I guess there is a "cool" factor for the oil can, when taken to the range.


----------



## mrvmax (May 10, 2012)

ElmerFudd said:


> I don't think that this is the case, at least from what research I've done. While it is legal to build one for you own use (IE not intended for resale), you would have to complete a Form 1, and get it approved. The fact that it would never leave your property does not factor into the legality.
> 
> If I'm wrong, please let me know.
> 
> ...


 You are correct, even if you build one yourself you have to go through the ATF and get a tax stamp for it.


----------



## CHARLIE (Jun 2, 2004)

kinda messes up your sight picture tho. Tell me what use they would be and why anyone would want one.


----------



## mas360 (Nov 21, 2006)

Is there any off-the-shelf oil filter which has dia small enough to not block scope view?


----------



## ElmerFudd (Feb 10, 2006)

mas360 said:


> Is there any off-the-shelf oil filter which has dia small enough to not block scope view?

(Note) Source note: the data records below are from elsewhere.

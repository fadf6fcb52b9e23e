import { rmSync } from 'node:fs';
import type { Browser } from 'playwright-core';
import { afterAll, beforeAll, describe, expect, it } from 'vitest';
import { buildReport } from '../../src/report/buildReport.js';
import { CAUTION } from '../../src/report/caution.js';
import { diagramSpec } from '../../src/report/diagramSpec.js';
import { renderPage } from '../../src/report/renderPage.js';
import { FOLD_LAMBDA, hopfTrace, info, sCurveTrace, transcriticalTrace } from '../report/fixtures.js';
import { hoverTooltip, launchBrowser, openPage, pageFolder, screenshot, lineMarks, pointMarks } from './browserPage.js';

const opts = { parameter: 'lambda', version: '0.1.0', warnMargin: 0.1, failMargin: 0 };
const HOSTILE = '<script>alert(1)</script><img src=x onerror="alert(2)">';

const lines = lineMarks;
const points = pointMarks;

let browser: Browser;
let dir: string;

beforeAll(async () => {
  browser = await launchBrowser();
  dir = pageFolder('diagram');
});

afterAll(async () => {
  await browser?.close();
  if (dir !== undefined) rmSync(dir, { recursive: true, force: true });
});

describe('the diagram page in a browser (file://, network blocked)', () => {
  it('draws the S-curve: three runs per panel, two fold markers, a tooltip in words and a working zoom', async () => {
    const report = buildReport(sCurveTrace(), info('S-shaped test model', 'lambda', 'mol/L'), opts);
    const page = await renderPage(diagramSpec(report), { title: 'S-shaped test model', notes: [CAUTION] });
    const opened = await openPage(browser, dir, 's-curve.html', page.html);
    const p = opened.page;
    // Analytic (test/report/fixtures.ts): stable, unstable, stable between the folds at λ = ±2/(3√3).
    for (const panel of ['state0', 'state1', 'eigenvalues']) {
      expect(await p.locator(lines(panel)).count()).toBe(3);
      expect(await p.locator(points(panel)).count()).toBe(2);
    }
    const dashes = await p.locator(lines('state0')).evaluateAll((els) => els.map((e) => e.getAttribute('stroke-dasharray') ?? 'none'));
    expect(dashes.filter((d) => d !== 'none' && d !== '1,0').length).toBe(1);

    const tip = await hoverTooltip(p, points('state0'), 0);
    expect(tip).toContain('special point: fold');
    expect(tip).toContain('fold coefficient a = ');
    expect(tip).toContain(`lambda (mol/L): ${Number(FOLD_LAMBDA.toPrecision(6))}`);

    // Zoom: a wheel turn over the top panel changes the parameter axis of every panel.
    const labels = () => p.locator('.role-axis-label text').allTextContents();
    const before = await labels();
    const plot = (await p.locator('g.concat_0_group').boundingBox())!;
    await p.mouse.move(plot.x + plot.width / 2, plot.y + plot.height / 2);
    await p.mouse.wheel(0, -400);
    await p.waitForTimeout(200);
    expect(await labels()).not.toEqual(before);

    await screenshot(p, 'diagram-s-curve');
    expect(opened.errors).toEqual([]);
    expect(opened.network).toEqual([]);
    expect(opened.dialogs).toEqual([]);
    await opened.close();
  });

  it('draws two crossing branches and a Hopf point with their own colours and markers', async () => {
    const both = buildReport(transcriticalTrace(), info('Transcritical', 'lambda'), opts);
    const hopf = buildReport(hopfTrace(-1), info('Hopf', 'mu'), { ...opts, parameter: 'mu' });
    const tPage = await openPage(browser, dir, 'transcritical.html',
      (await renderPage(diagramSpec(both), { title: 'Transcritical', notes: [CAUTION] })).html);
    // Analytic: each branch changes stability once at λ = 0 → 2 runs per branch, 4 paths; 1 transcritical point.
    expect(await tPage.page.locator(lines('state0')).count()).toBe(4);
    const colours = await tPage.page.locator(lines('state0')).evaluateAll((els) => els.map((e) => e.getAttribute('stroke')));
    expect(new Set(colours).size).toBe(2);
    expect(await hoverTooltip(tPage.page, points('state0'), 0)).toContain('special point: transcritical');
    await screenshot(tPage.page, 'diagram-transcritical');
    expect(tPage.errors).toEqual([]);
    await tPage.close();

    const hPage = await openPage(browser, dir, 'hopf.html', (await renderPage(diagramSpec(hopf), { title: 'Hopf', notes: [] })).html);
    // Analytic: l1 = s = −1 < 0 for this normal form → supercritical.
    const tip = await hoverTooltip(hPage.page, points('eigenvalues'), 0);
    expect(tip).toContain('special point: Hopf (supercritical)');
    expect(tip).toContain('criticality: supercritical');
    expect(await hPage.page.locator('.role-legend-label text').allTextContents()).toContain('Hopf (supercritical)');
    await screenshot(hPage.page, 'diagram-hopf');
    expect(hPage.errors).toEqual([]);
    expect(hPage.network).toEqual([]);
    await hPage.close();
  });

  it('shows a hostile model title as text: nothing runs, no dialog, no request', async () => {
    const report = buildReport(sCurveTrace(), info(HOSTILE, 'lambda'), opts);
    report.model.states[0]!.unit = HOSTILE; // reaches the axis title and the tooltip keys
    const page = await renderPage(diagramSpec(report), { title: HOSTILE, subtitle: HOSTILE, notes: [HOSTILE, CAUTION] });
    const opened = await openPage(browser, dir, 'hostile.html', page.html);
    const p = opened.page;
    expect(await p.locator('h1').textContent()).toBe(HOSTILE);
    expect(await p.locator('.bt-subtitle').textContent()).toBe(HOSTILE);
    expect(await p.locator('.bt-notes li').first().textContent()).toBe(HOSTILE);
    expect(await p.locator('.role-title-text text').first().textContent()).toContain('<script>alert(1)</script>');
    expect(await hoverTooltip(p, points('state0'), 1)).toContain(`x (${HOSTILE}): `);
    expect(await p.locator('img').count()).toBe(0);
    expect(await p.locator('script').count()).toBe(3);
    expect(await p.locator('.bt-caution').textContent()).toContain(CAUTION);
    await screenshot(p, 'diagram-hostile-title');
    expect(opened.dialogs).toEqual([]);
    expect(opened.errors).toEqual([]);
    expect(opened.network).toEqual([]);
    await opened.close();
  });
});
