//! Float columns (FLOAT and DOUBLE) written straight from their values.
//!
//! The parquet crate's Arrow writer copies every value through its level
//! builder, a generic byte-stream-split encoder and a generic min/max, and
//! opens a zstd context per page: for the demo's 30 days at 1 s that was
//! most of the encoding CPU. Here each page is built in one pass: the
//! definition levels (nullable columns) as runs of the RLE / bit-packing
//! hybrid, then the non-null values in BYTE_STREAM_SPLIT order (byte k of
//! every value, then byte k + 1, …), the page compressed with zstd through
//! one reused context (apache/parquet-format, Encodings.md: "Byte Stream
//! Split" and "Run Length Encoding / Bit-Packing Hybrid"; DataPage v1 puts
//! the levels, with a 4-byte length, before the values). Chunk statistics,
//! a column index (min, max and nulls per page) and an offset index are
//! written as the crate writes them, so readers can skip pages.

use arrow_array::{Array, ArrayRef, PrimitiveArray};
use bytes::Bytes;
use parquet::basic::{Compression, Encoding, Type, ZstdLevel};
use parquet::column::page::{CompressedPage, Page, PageWriter};
use parquet::column::writer::ColumnCloseResult;
use parquet::file::metadata::{ColumnChunkMetaData, ColumnIndexBuilder, OffsetIndexBuilder};
use parquet::file::statistics::{Statistics, ValueStatistics};
use parquet::file::writer::{SerializedPageWriter, TrackedWrite};
use parquet::schema::types::ColumnDescPtr;
use std::io;

fn to_io(e: impl std::fmt::Display) -> io::Error {
    io::Error::other(e.to_string())
}

/// What the column writer needs of f32 and f64.
pub trait Float: arrow_buffer::ArrowNativeType + PartialOrd + Sync + Send + 'static {
    /// Bytes per value.
    const WIDTH: usize;
    /// The Parquet physical type.
    const PHYSICAL: Type;
    /// The Arrow primitive type of the input arrays.
    type Arrow: arrow_array::ArrowPrimitiveType<Native = Self>;
    /// The smallest finite value (where the maximum's fold starts).
    const LOWEST: Self;
    /// The largest finite value (where the minimum's fold starts).
    const HIGHEST: Self;
    /// Positive zero.
    const ZERO: Self;
    /// Writes the value's little-endian bytes to `out`.
    fn put(self, out: &mut [u8]);
    /// Chunk statistics.
    fn statistics(min: Option<Self>, max: Option<Self>, nulls: u64) -> Statistics;
    /// `-0.0` for a zero (the format asks a minimum of zero to be written
    /// as negative zero and a maximum as positive zero, so that a reader
    /// filtering on either finds both).
    fn negative(self) -> Self;
}

macro_rules! float {
    ($t:ty, $width:expr, $physical:expr, $arrow:ty, $stat:ident) => {
        impl Float for $t {
            const WIDTH: usize = $width;
            const PHYSICAL: Type = $physical;
            type Arrow = $arrow;
            const LOWEST: Self = <$t>::MIN;
            const HIGHEST: Self = <$t>::MAX;
            const ZERO: Self = 0.0;
            fn put(self, out: &mut [u8]) {
                out.copy_from_slice(&self.to_le_bytes());
            }
            fn statistics(min: Option<Self>, max: Option<Self>, nulls: u64) -> Statistics {
                Statistics::$stat(ValueStatistics::new(min, max, None, Some(nulls), false))
            }
            fn negative(self) -> Self {
                -self
            }
        }
    };
}

float!(f32, 4, Type::FLOAT, arrow_array::types::Float32Type, Float);
float!(
    f64,
    8,
    Type::DOUBLE,
    arrow_array::types::Float64Type,
    Double
);

/// A zstd context and a page buffer, shared by all float and dictionary
/// columns: a context per column would hold a window per column (about a megabyte each for the
/// truth's hundred columns), and the buffers are reused rather than
/// allocated (and faulted in) per page. Compression does not depend on
/// which context does it, so the bytes do not either.
pub(crate) struct Scratch {
    level: i32,
    compressor: zstd::bulk::Compressor<'static>,
    /// The page being built, before compression.
    pub raw: Vec<u8>,
    out: Vec<u8>,
}

static SCRATCH: std::sync::Mutex<Vec<Scratch>> = std::sync::Mutex::new(Vec::new());

impl Scratch {
    /// A free scratch for zstd `level` (a new one when none is free).
    pub fn take(level: i32) -> io::Result<Scratch> {
        let mut pool = SCRATCH.lock().unwrap_or_else(|e| e.into_inner());
        if let Some(i) = pool.iter().position(|s| s.level == level) {
            return Ok(pool.swap_remove(i));
        }
        drop(pool);
        Ok(Scratch {
            level,
            compressor: zstd::bulk::Compressor::new(level)?,
            raw: Vec::new(),
            out: Vec::new(),
        })
    }

    /// `raw` compressed, in a buffer of its own size: a fresh buffer per
    /// page would keep zstd's bound (the raw size) allocated until the
    /// chunk closes.
    pub fn compressed(&mut self) -> io::Result<Vec<u8>> {
        let bound = zstd::zstd_safe::compress_bound(self.raw.len());
        self.out.clear();
        self.out.reserve(bound);
        self.compressor
            .compress_to_buffer(&self.raw, &mut self.out)?;
        Ok(self.out.clone())
    }

    /// Returns the scratch to the pool.
    pub fn give_back(self) {
        SCRATCH.lock().unwrap_or_else(|e| e.into_inner()).push(self);
    }
}

/// One encoded data page waiting for the chunk to close.
struct EncodedPage {
    bytes: Vec<u8>,
    /// Length before compression.
    raw: usize,
    rows: u32,
    nulls: u32,
    /// Min and max of the non-null values (`None` when every row is null).
    range: Option<(Vec<u8>, Vec<u8>)>,
}

/// One float column of one row group.
pub struct FloatColumn<T: Float> {
    descr: ColumnDescPtr,
    level: i32,
    page_rows: usize,
    nullable: bool,
    /// The page being filled: its non-null values, and its definition
    /// levels as runs (valid, rows).
    values: Vec<T>,
    runs: Vec<(bool, u32)>,
    page_filled: usize,
    pages: Vec<EncodedPage>,
    min: Option<T>,
    max: Option<T>,
    nulls: u64,
    rows: u64,
}

/// Whether a column of this Arrow type takes this path.
pub fn applies(field: &arrow_schema::Field) -> bool {
    use arrow_schema::DataType::{Float32, Float64};
    matches!(field.data_type(), Float32 | Float64)
}

impl<T: Float> FloatColumn<T> {
    /// A column for `descr`, zstd at `level`, pages of at most `page_rows`
    /// rows.
    pub fn new(descr: ColumnDescPtr, level: i32, page_rows: usize) -> io::Result<Self> {
        Ok(FloatColumn {
            nullable: descr.max_def_level() > 0,
            descr,
            level,
            page_rows: page_rows.max(1),
            values: Vec::new(),
            runs: Vec::new(),
            page_filled: 0,
            pages: Vec::new(),
            min: None,
            max: None,
            nulls: 0,
            rows: 0,
        })
    }

    /// Appends an array of `T` (nulls allowed when the column is nullable).
    pub fn write(&mut self, col: &ArrayRef) -> io::Result<()> {
        let a = col
            .as_any()
            .downcast_ref::<PrimitiveArray<T::Arrow>>()
            .ok_or_else(|| to_io("a float column got another type"))?;
        if a.null_count() > 0 && !self.nullable {
            return Err(to_io("a null in a column that allows none"));
        }
        let values: &[T] = a.values();
        let mut at = 0;
        while at < a.len() {
            let n = (self.page_rows - self.page_filled).min(a.len() - at);
            self.take(a, &values[at..at + n], at);
            at += n;
            if self.page_filled == self.page_rows {
                self.flush_page()?;
            }
        }
        self.rows += a.len() as u64;
        Ok(())
    }

    /// Adds rows `at .. at + values.len()` of `a` to the open page.
    fn take(&mut self, a: &PrimitiveArray<T::Arrow>, values: &[T], at: usize) {
        self.page_filled += values.len();
        match a.nulls().filter(|n| n.null_count() > 0) {
            None => {
                self.values.extend_from_slice(values);
                self.run(true, values.len());
            }
            Some(nulls) => {
                let mut row = 0;
                for (start, end) in nulls.inner().slice(at, values.len()).set_slices() {
                    self.run(false, start - row);
                    self.values.extend_from_slice(&values[start..end]);
                    self.run(true, end - start);
                    row = end;
                }
                self.run(false, values.len() - row);
            }
        }
    }

    /// Extends the page's definition levels by `n` rows of `valid`.
    fn run(&mut self, valid: bool, n: usize) {
        if n == 0 {
            return;
        }
        match self.runs.last_mut() {
            Some((v, len)) if *v == valid => *len += n as u32,
            _ => self.runs.push((valid, n as u32)),
        }
    }

    /// Encodes and compresses the open page.
    fn flush_page(&mut self) -> io::Result<()> {
        if self.page_filled == 0 {
            return Ok(());
        }
        let rows = self.page_filled;
        let nulls = rows - self.values.len();
        let mut scratch = Scratch::take(self.level)?;
        let raw = &mut scratch.raw;
        raw.clear();
        if self.nullable {
            levels(&self.runs, raw);
        }
        let start = raw.len();
        raw.resize(start + self.values.len() * T::WIDTH, 0);
        split_streams(&self.values, &mut raw[start..]);
        let range = min_max(&self.values);
        if let Some((lo, hi)) = range {
            self.min = Some(self.min.map_or(lo, |m| if lo < m { lo } else { m }));
            self.max = Some(self.max.map_or(hi, |m| if hi > m { hi } else { m }));
        }
        let bytes = scratch.compressed()?;
        let raw_len = scratch.raw.len();
        scratch.give_back();
        let le = |v: T| {
            let mut b = vec![0; T::WIDTH];
            v.put(&mut b);
            b
        };
        self.pages.push(EncodedPage {
            bytes,
            raw: raw_len,
            rows: rows as u32,
            nulls: nulls as u32,
            range: range.map(|(lo, hi)| (le(signed_zero(lo, true)), le(signed_zero(hi, false)))),
        });
        self.nulls += nulls as u64;
        self.values.clear();
        self.runs.clear();
        self.page_filled = 0;
        Ok(())
    }

    /// Serialises the chunk: its bytes and what the row group needs to
    /// splice them in (statistics, column index, offset index).
    pub fn close(mut self) -> io::Result<(Bytes, ColumnCloseResult)> {
        self.flush_page()?;
        let mut out = TrackedWrite::new(Vec::new());
        let (mut compressed, mut uncompressed) = (0i64, 0i64);
        let mut column_index = ColumnIndexBuilder::new(T::PHYSICAL);
        let mut offset_index = OffsetIndexBuilder::new();
        {
            let mut writer = SerializedPageWriter::new(&mut out);
            for p in std::mem::take(&mut self.pages) {
                let page = Page::DataPage {
                    buf: Bytes::from(p.bytes),
                    num_values: p.rows,
                    encoding: Encoding::BYTE_STREAM_SPLIT,
                    def_level_encoding: Encoding::RLE,
                    rep_level_encoding: Encoding::RLE,
                    statistics: None,
                };
                let spec = writer
                    .write_page(CompressedPage::new(page, p.raw))
                    .map_err(to_io)?;
                compressed += spec.compressed_size as i64;
                uncompressed += spec.uncompressed_size as i64;
                offset_index.append_row_count(p.rows as i64);
                offset_index
                    .append_offset_and_size(spec.offset as i64, spec.compressed_size as i32);
                let (lo, hi) = p.range.clone().unwrap_or_default();
                column_index.append(p.range.is_none(), lo, hi, p.nulls as i64, Some(0));
            }
            writer.close().map_err(to_io)?;
        }
        let level = ZstdLevel::try_new(self.level).map_err(to_io)?;
        let mut encodings = vec![Encoding::BYTE_STREAM_SPLIT];
        if self.nullable {
            encodings.push(Encoding::RLE);
        }
        let statistics = T::statistics(
            self.min.map(|v| signed_zero(v, true)),
            self.max.map(|v| signed_zero(v, false)),
            self.nulls,
        );
        let metadata = ColumnChunkMetaData::builder(self.descr.clone())
            .set_compression_codec(Compression::ZSTD(level).into())
            .set_encodings(encodings)
            .set_total_compressed_size(compressed)
            .set_total_uncompressed_size(uncompressed)
            .set_num_values(self.rows as i64)
            .set_data_page_offset(0)
            .set_statistics(statistics)
            .build()
            .map_err(to_io)?;
        let bytes = out.into_inner().map_err(to_io)?;
        let close = ColumnCloseResult {
            bytes_written: bytes.len() as u64,
            rows_written: self.rows,
            metadata,
            bloom_filter: None,
            column_index: Some(column_index.build().map_err(to_io)?),
            offset_index: Some(offset_index.build()),
        };
        Ok((Bytes::from(bytes), close))
    }
}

Yes, but the smaller the filter, the less it will suppress, or I would think so. I'm thinking small engens, and motorcycle filters, but then the threads might be different as well.

I would also think that with most scopes / reddots, they are mounted high enough that they would look over the can. Iron sights would be another story.


----------



## mas360 (Nov 21, 2006)

I watched it on youtube and frankly I am not sure how much it suppresses the sound. Has anyone had first hand experience to report?


----------



## Capt Scott Reeh (Jan 21, 2006)

They suppress the sound ( on a .22 ) almost as good as a real ( name brand ) suppressor.....so I'v been told


----------



## mas360 (Nov 21, 2006)

How about on a centerfire? something like a .300 Blackout?


----------



## Griffin (Aug 2, 2006)

Oil filters do work pretty well but they are very bulky. I have and use a YHM 7.62 suppressor and it works way better!!! Yes it is $700 and yes the tax stamp is 200 but the NFA trust is cheap, you can make one for $30 online, they are pretty easy.


----------



## Bird (May 10, 2005)

Seems a little silly to go through the expense and 6 month wait to get a tax stamp from BATFE for a $75 widget to put an oil filter on the end of your gun. Are you really going to spend all that money to get your $1500-$2000 AR (or whatever) tricked out and then put an oil filter on it?!?

22 cal cans cost around $250-$300 and 30 cal cans cost $700-$800. I've seen the videos and heard all the talk about them but seriously guys. If you really want to suppress one of your guns, do it the right way. Set up a trust, buy the can, pay the $200 tax stamp and wait.


----------